DATA FOR THE TASK below:

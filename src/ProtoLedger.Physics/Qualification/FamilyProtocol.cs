using ProtoLedger.Physics.Acquisition;
using ProtoLedger.Physics.Prediction;

namespace ProtoLedger.Physics.Qualification;

/// <summary>A reference case of a hard-pulse family as a series and its lanes.</summary>
/// <param name="Series">The series.</param>
/// <param name="Lanes">One lane, or two for a pair of tissues.</param>
/// <param name="Echo">The echo that a single number means; null is the effective one.</param>
internal sealed record FamilyProtocol(Series Series, LaneTable Lanes, int? Echo = null)
{
    /// <summary>Instantaneous rotations; the field strength enters none of these families.</summary>
    internal static PredictionSetting Setting { get; } = new(1.5, PulseModelling.Ideal);

    internal static FamilyProtocol Of(Readout readout, CaseInputs inputs, params Preparation[] preparations) =>
        new(new Series(preparations, readout, new SeriesTiming(), new SeriesGeometry()), Lane(inputs), EchoIndex(inputs));

    /// <summary>Spin echo, or echo train where an echo spacing is given.</summary>
    internal static Readout SpinEchoOrTrain(CaseInputs inputs, double? repetitionTime = null)
    {
        var flip = inputs.Number("flip_deg", 90);
        if (!inputs.Has("esp_ms"))
            return new SpinEcho(repetitionTime ?? inputs.Number("TR_ms"), inputs.Number("TE_ms"), flip, inputs.Number("refocus_deg", 180));

        var spacing = inputs.Number("esp_ms");
        var angles = inputs.Numbers("refocus_deg");
        var count = inputs.Has("n_echoes") ? (int)inputs.Number("n_echoes") : angles.Length;
        var echo = EchoIndex(inputs) ?? count - 1;
        return new EchoTrain(
            repetitionTime ?? inputs.Number("TR_ms"), (echo + 1) * spacing, flip, spacing, count,
            angles.Length > 1 && angles.All(a => a == angles[0]) ? [angles[0]] : angles, inputs.OptionalNumber("flip_back_deg"));
    }

    /// <summary>The inversion of a case: <c>{type: efficiency, value}</c> or <c>{type: hard, flip_deg}</c>.</summary>
    internal static Inversion Inversion(CaseInputs inputs, double inversionTime)
    {
        var inversion = inputs.Object("inversion");
        RfPulse pulse = inversion.Text("type") switch
        {
            "efficiency" => new EfficiencyInversion("efficiency", inversion.Number("value")),
            "hard" => new HardPulse("hard", inversion.Number("flip_deg", 180)),
            var type => throw new ArgumentException($"/inversion/type: '{type}' is none of efficiency, hard."),
        };
        return new Inversion(inversionTime, InversionTimeEnd.Excitation, pulse);
    }

    internal static LaneTable Lane(CaseInputs inputs, string suffix = "")
    {
        var lanes = new LaneTable(1);
        lanes.T1[0] = inputs.Number($"T1{suffix}_ms");
        lanes.T2Star[0] = inputs.Number($"T2star{suffix}_ms", double.NaN);
        lanes.T2[0] = inputs.Number($"T2{suffix}_ms", double.IsNaN(lanes.T2Star[0]) ? lanes.T1[0] : lanes.T2Star[0]);
        lanes.B1Scale[0] = inputs.Number("B1", 1);
        lanes.OffResonanceHz[0] = inputs.Number("off_resonance_Hz", 0);
        lanes.ApparentDiffusionCoefficient[0] = 1e3 * inputs.Number("D_mm2_per_s", double.NaN);
        return lanes;
    }

    /// <summary>All the numbers that one prediction gives, under the names of the reference files.</summary>
    internal Dictionary<string, ComputedQuantity> Signals()
    {
        var table = SignalPredictor.Predict(Series, Setting, Lanes, PredictionOutputs.AllEchoes);
        var result = new Dictionary<string, ComputedQuantity>
        {
            ["mz_before_excitation"] = table.LongitudinalBeforeExcitation[0],
            ["mz_after_last_echo"] = table.LongitudinalAtEnd[0],
            ["mz_after_flip_back"] = table.LongitudinalAtEnd[0],
            ["mz_before_inversion"] = table.LongitudinalAtStart[0],
            ["echoes"] = table.EchoMagnitudes,
            ["echoes_signed"] = table.Echoes,
        };
        var echo = Echo ?? (Series.Readout is EchoTrain or SpoiledGradientEchoTrain ? null : 0);
        result["signal"] = echo is { } number ? table.EchoMagnitudes[number] : table.Magnitude[0];
        result["signed"] = echo is { } index ? table.Echoes[index] : table.Signed[0];
        return result;
    }

    private static int? EchoIndex(CaseInputs inputs) => inputs.Has("echo_index") ? (int)inputs.Number("echo_index") : null;
}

End of DATA FOR THE TASK.

PROBLEM:
Your task is to restate the material above word for word.

SOLUTION FOR THIS EXERCISE:
filename src/ProtoLedger.Physics/Qualification/FamilyProtocol.cs
using ProtoLedger.Physics.Acquisition;
using ProtoLedger.Physics.Prediction;

namespace ProtoLedger.Physics.Qualification;

/// <summary>A reference case of a hard-pulse family as a series and its lanes.</summary>
/// <param name="Series">The series.</param>
/// <param name="Lanes">One lane, or two for a pair of tissues.</param>
/// <param name="Echo">The echo that a single number means; null is the effective one.</param>
internal sealed record FamilyProtocol(Series Series, LaneTable Lanes, int? Echo = null)
{
    /// <summary>Instantaneous rotations; the field strength enters none of these families.</summary>
    internal static PredictionSetting Setting { get; } = new(1.5, PulseModelling.Ideal);

    internal static FamilyProtocol Of(Readout readout, CaseInputs inputs, params Preparation[] preparations) =>
        new(new Series(preparations, readout, new SeriesTiming(), new SeriesGeometry()), Lane(inputs), EchoIndex(inputs));

    /// <summary>Spin echo, or echo train where an echo spacing is given.</summary>
    internal static Readout SpinEchoOrTrain(CaseInputs inputs, double? repetitionTime = null)
    {
        var flip = inputs.Number("flip_deg", 90);
        if (!inputs.Has("esp_ms"))
            return new SpinEcho(repetitionTime ?? inputs.Number("TR_ms"), inputs.Number("TE_ms"), flip, inputs.Number("refocus_deg", 180));

        var spacing = inputs.Number("esp_ms");
        var angles = inputs.Numbers("refocus_deg");
        var count = inputs.Has("n_echoes") ? (int)inputs.Number("n_echoes") : angles.Length;
        var echo = EchoIndex(inputs) ?? count - 1;
        return new EchoTrain(
            repetitionTime ?? inputs.Number("TR_ms"), (echo + 1) * spacing, flip, spacing, count,
            angles.Length > 1 && angles.All(a => a == angles[0]) ? [angles[0]] : angles, inputs.OptionalNumber("flip_back_deg"));
    }

    /// <summary>The inversion of a case: <c>{type: efficiency, value}</c> or <c>{type: hard, flip_deg}</c>.</summary>
    internal static Inversion Inversion(CaseInputs inputs, double inversionTime)
    {
        var inversion = inputs.Object("inversion");
        RfPulse pulse = inversion.Text("type") switch
        {
            "efficiency" => new EfficiencyInversion("efficiency", inversion.Number("value")),
            "hard" => new HardPulse("hard", inversion.Number("flip_deg", 180)),
            var type => throw new ArgumentException($"/inversion/type: '{type}' is none of efficiency, hard."),
        };
        return new Inversion(inversionTime, InversionTimeEnd.Excitation, pulse);
    }

    internal static LaneTable Lane(CaseInputs inputs, string suffix = "")
    {
        var lanes = new LaneTable(1);
        lanes.T1[0] = inputs.Number($"T1{suffix}_ms");
        lanes.T2Star[0] = inputs.Number($"T2star{suffix}_ms", double.NaN);
        lanes.T2[0] = inputs.Number($"T2{suffix}_ms", double.IsNaN(lanes.T2Star[0]) ? lanes.T1[0] : lanes.T2Star[0]);
        lanes.B1Scale[0] = inputs.Number("B1", 1);
        lanes.OffResonanceHz[0] = inputs.Number("off_resonance_Hz", 0);
        lanes.ApparentDiffusionCoefficient[0] = 1e3 * inputs.Number("D_mm2_per_s", double.NaN);
        return lanes;
    }

    /// <summary>All the numbers that one prediction gives, under the names of the reference files.</summary>
    internal Dictionary<string, ComputedQuantity> Signals()
    {
        var table = SignalPredictor.Predict(Series, Setting, Lanes, PredictionOutputs.AllEchoes);
        var result = new Dictionary<string, ComputedQuantity>
        {
            ["mz_before_excitation"] = table.LongitudinalBeforeExcitation[0],
            ["mz_after_last_echo"] = table.LongitudinalAtEnd[0],
            ["mz_after_flip_back"] = table.LongitudinalAtEnd[0],
            ["mz_before_inversion"] = table.LongitudinalAtStart[0],
            ["echoes"] = table.EchoMagnitudes,
            ["echoes_signed"] = table.Echoes,
        };
        var echo = Echo ?? (Series.Readout is EchoTrain or SpoiledGradientEchoTrain ? null : 0);
        result["signal"] = echo is { } number ? table.EchoMagnitudes[number] : table.Magnitude[0];
        result["signed"] = echo is { } index ? table.Echoes[index] : table.Signed[0];
        return result;
    }

    private static int? EchoIndex(CaseInputs inputs) => inputs.Has("echo_index") ? (int)inputs.Number("echo_index") : null;
}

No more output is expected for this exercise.